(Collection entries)
------------------------------

import { describe, expect, it } from 'vitest'
import { parseFigure } from '#shared/utils/story-body'
import { findFigures } from '#shared/utils/story-markup'
import { blockFigureSnippet, inlineValueSnippet, insertSnippet } from '#shared/utils/figure-snippets'
import { changedFields, copyDiffers, draftOf, parseDraftCopy, patchBody, tagsFromText } from '#shared/utils/story-draft'
import { sideBySide } from '#shared/utils/revision-diff'
import { diffLines } from '#shared/utils/story-diff'
import { graphChartOptions, graphSize, legendRows } from '#shared/utils/figure-charts'
import type { Story } from '#shared/types/stories'

describe('figure snippets from the picker', () => {
  it('writes a graph the server\'s own parser reads back with the same options', () => {
    const { text, problems } = blockFigureSnippet('pull-graph', { setups: [12, 13], channel: 'power', from: 2500, to: 6500, caption: 'Cam "A" vs {stock}' })
    expect(problems).toEqual([])
    expect(text).toBe('::pull-graph{setups="12,13" channel="power" from=2500 to=6500 caption="Cam \u201DA\u201D vs (stock)"}\n::')
    const [use] = findFigures(text)
    const parsed = parseFigure(use!)
    expect(parsed?.success).toBe(true)
    expect(parsed?.data).toMatchObject({ setups: [12, 13], channel: 'power', from: 2500, to: 6500 })
  })

  it('refuses options the schema refuses, before they reach the text', () => {
    expect(blockFigureSnippet('pull-graph', { from: 6000, to: 3000 }).problems).toHaveLength(1)
    expect(blockFigureSnippet('cam-card', {}).problems.length).toBeGreaterThan(0)
    expect(inlineValueSnippet({ of: 'not-a-figure', setup: 3 }).problems.length).toBeGreaterThan(0)
  })

  it('writes an inline value the body parser finds as one', () => {
    const { text } = inlineValueSnippet({ of: 'peak-power-gain', setup: 13, vs: 12 })
    expect(text).toBe(':figure-value{of="peak-power-gain" setup=13 vs=12}')
    expect(findFigures(`The cam gained ${text} at the peak.`)).toMatchObject([{ kind: 'inline', name: 'figure-value', props: { of: 'peak-power-gain', setup: '13', vs: '12' } }])
  })

  it('puts a block figure on lines of its own, after the line the cursor is in', () => {
    const body = 'First paragraph.\nSecond line.'
    const at = body.indexOf('paragraph')
    const { body: next, cursor } = insertSnippet(body, at, '::spec-box\n::', 'block')
    expect(next).toBe('First paragraph.\n\n::spec-box\n::\n\nSecond line.')
    expect(next.slice(cursor)).toBe('Second line.')
  })

  it('puts an inline value at the cursor with a space before it', () => {
    const { body, cursor } = insertSnippet('It gained', 9, ':figure-value{of="peak-power" setup=1}', 'inline')
    expect(body).toBe('It gained :figure-value{of="peak-power" setup=1}')
    expect(cursor).toBe(body.length)
  })
})

const story = (over: Partial<Story> = {}) => ({
  headline: 'Cam swap', deck: '', body: 'Text', slug: 'cam-swap', heroPhotoId: null, tags: ['cam'], engineFamily: 'pushrod-v8',
  partType: 'camshaft', searchTitle: '', searchDescription: '', bylineIds: [3], ...over,
}) as Story

describe('the editor draft', () => {
  it('sends only what changed, on top of the version read', () => {
    const saved = draftOf(story())
    const draft = { ...saved, headline: 'Cam swap, tested', tags: ['cam', 'dyno'] }
    const fields = changedFields(draft, saved)
    expect(fields).toEqual(['headline', 'tags'])
    expect(patchBody(draft, fields, 7, true)).toEqual({ version: 7, autosave: true, headline: 'Cam swap, tested', tags: ['cam', 'dyno'] })
  })

  it('reads tags typed on one line', () => {
    expect(tagsFromText(' cam,  small block ,,dyno ')).toEqual(['cam', 'small block', 'dyno'])
  })

  it('offers a kept copy back only when it says something the server does not', () => {
    const copy = { storyId: 5, baseVersion: 3, savedAt: '2026-05-01T10:00:00Z', draft: draftOf(story({ body: 'Typed offline' })) }
    expect(copyDiffers(copy, story())).toBe(true)
    expect(copyDiffers(copy, story({ body: 'Typed offline' }))).toBe(false)
  })

  it('reads a kept copy defensively', () => {
    const copy = { storyId: 5, baseVersion: 3, savedAt: '2026-05-01T10:00:00Z', draft: draftOf(story()) }
    expect(parseDraftCopy(JSON.stringify(copy), 5)).toEqual(copy)
    expect(parseDraftCopy(JSON.stringify(copy), 6)).toBeNull()
    expect(parseDraftCopy('{not json', 5)).toBeNull()
    expect(parseDraftCopy(JSON.stringify({ ...copy, draft: { headline: 1 } }), 5)).toBeNull()
  })
})

describe('revisions side by side', () => {
  it('faces a changed line with the line that replaced it', () => {
    const rows = sideBySide(diffLines('a\nold b\nc', 'a\nnew b\nnew b2\nc'))
    expect(rows.map(r => [r.left?.text ?? null, r.right?.text ?? null])).toEqual([
      ['a', 'a'], ['old b', 'new b'], [null, 'new b2'], ['c', 'c'],
    ])
    expect(rows[3]).toMatchObject({ left: { line: 3 }, right: { line: 4 } })
  })
})

describe('graph views', () => {
  const curves = [{ id: 1, label: 'A', points: [{ rpm: 3000, power: 200, torque: 350 }, { rpm: 6000, power: 400, torque: 350 }] }]
  const units = { power: 'hp', torque: 'lb-ft' }

  it('draws power and torque in two panels, or one of them at full height', () => {
    const both = graphChartOptions({ kind: 'overlay', curves, units, view: 'both' })
    expect((both.series as unknown[]).length).toBe(2)
    const torque = graphChartOptions({ kind: 'overlay', curves, units, view: 'torque' })
    const series = torque.series as { id: string, xAxisIndex: number, data: number[][] }[]
    expect(series.map(s => s.id)).toEqual(['torque-1'])
    expect(series[0]!.xAxisIndex).toBe(0)
    expect(series[0]!.data[0]).toEqual([3000, 350])
    expect((torque.grid as unknown[]).length).toBe(1)
    expect(graphSize('torque').height).toBeLessThan(graphSize('both').height)
  })

  it('keeps the zero line of a gain graph in a one-panel view', () => {
    const power = graphChartOptions({ kind: 'gain', curves, units, view: 'power', baselineLabel: 'Base' })
    const series = power.series as { markLine?: unknown }[]
    expect(series[0]!.markLine).toBeDefined()
  })
})

describe('room for the legend in the server\'s SVG', () => {
  const long = (id: number, label: string) => ({ id, label, points: [{ rpm: 3000, power: 200, torque: 350 }, { rpm: 6000, power: 400, torque: 350 }] })
  const units = { power: 'hp', torque: 'lb-ft' }

  it('keeps a short legend on one row', () => {
    const o = graphChartOptions({ kind: 'overlay', curves: [long(1, 'Baseline'), long(2, 'Cam')], units, view: 'both', legendWidth: 720 })
    expect((o.legend as { orient?: string }).orient).toBeUndefined()
  })

  it('counts the rows long setup names need', () => {
    expect(legendRows(['Baseline', 'Cam'], 720)).toBe(1)
    expect(legendRows(['Stock intake, 60 mm throttle', 'Tuned intake, 60 mm throttle', 'Tuned intake, 70 mm throttle'], 720)).toBe(2)
  })

  it('stacks a legend that would wrap, one setup per row, and moves the panels below it', () => {
    const curves = ['Stock intake, 60 mm throttle', 'Tuned intake, 60 mm throttle', 'Tuned intake, 70 mm throttle'].map((l, i) => long(i + 1, l))
    const o = graphChartOptions({ kind: 'overlay', curves, units, view: 'both', legendWidth: 720 })
    expect((o.legend as { orient: string }).orient).toBe('vertical')
    const [a, b] = o.grid as { top: number, height: number }[]
    expect(a!.top).toBe(48 + 2 * 20)
    expect(b!.top).toBeGreaterThanOrEqual(a!.top + a!.height + 40)
    expect(b!.top + b!.height).toBeLessThanOrEqual(graphSize('both').height - 40)
  })

  it('leaves the legend out of the live graph, which names its curves beside it', () => {
    const o = graphChartOptions({ kind: 'overlay', curves: [long(1, 'A')], units, view: 'both' })
    expect((o.legend as { show: boolean }).show).toBe(false)
  })
})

------------------------------

* **What is needed**
Which lines of the data include the string "right"? Find them and copy each one.

* **Response to the task**
    expect(rows.map(r => [r.left?.text ?? null, r.right?.text ?? null])).toEqual([
    expect(rows[3]).toMatchObject({ left: { line: 3 }, right: { line: 4 } })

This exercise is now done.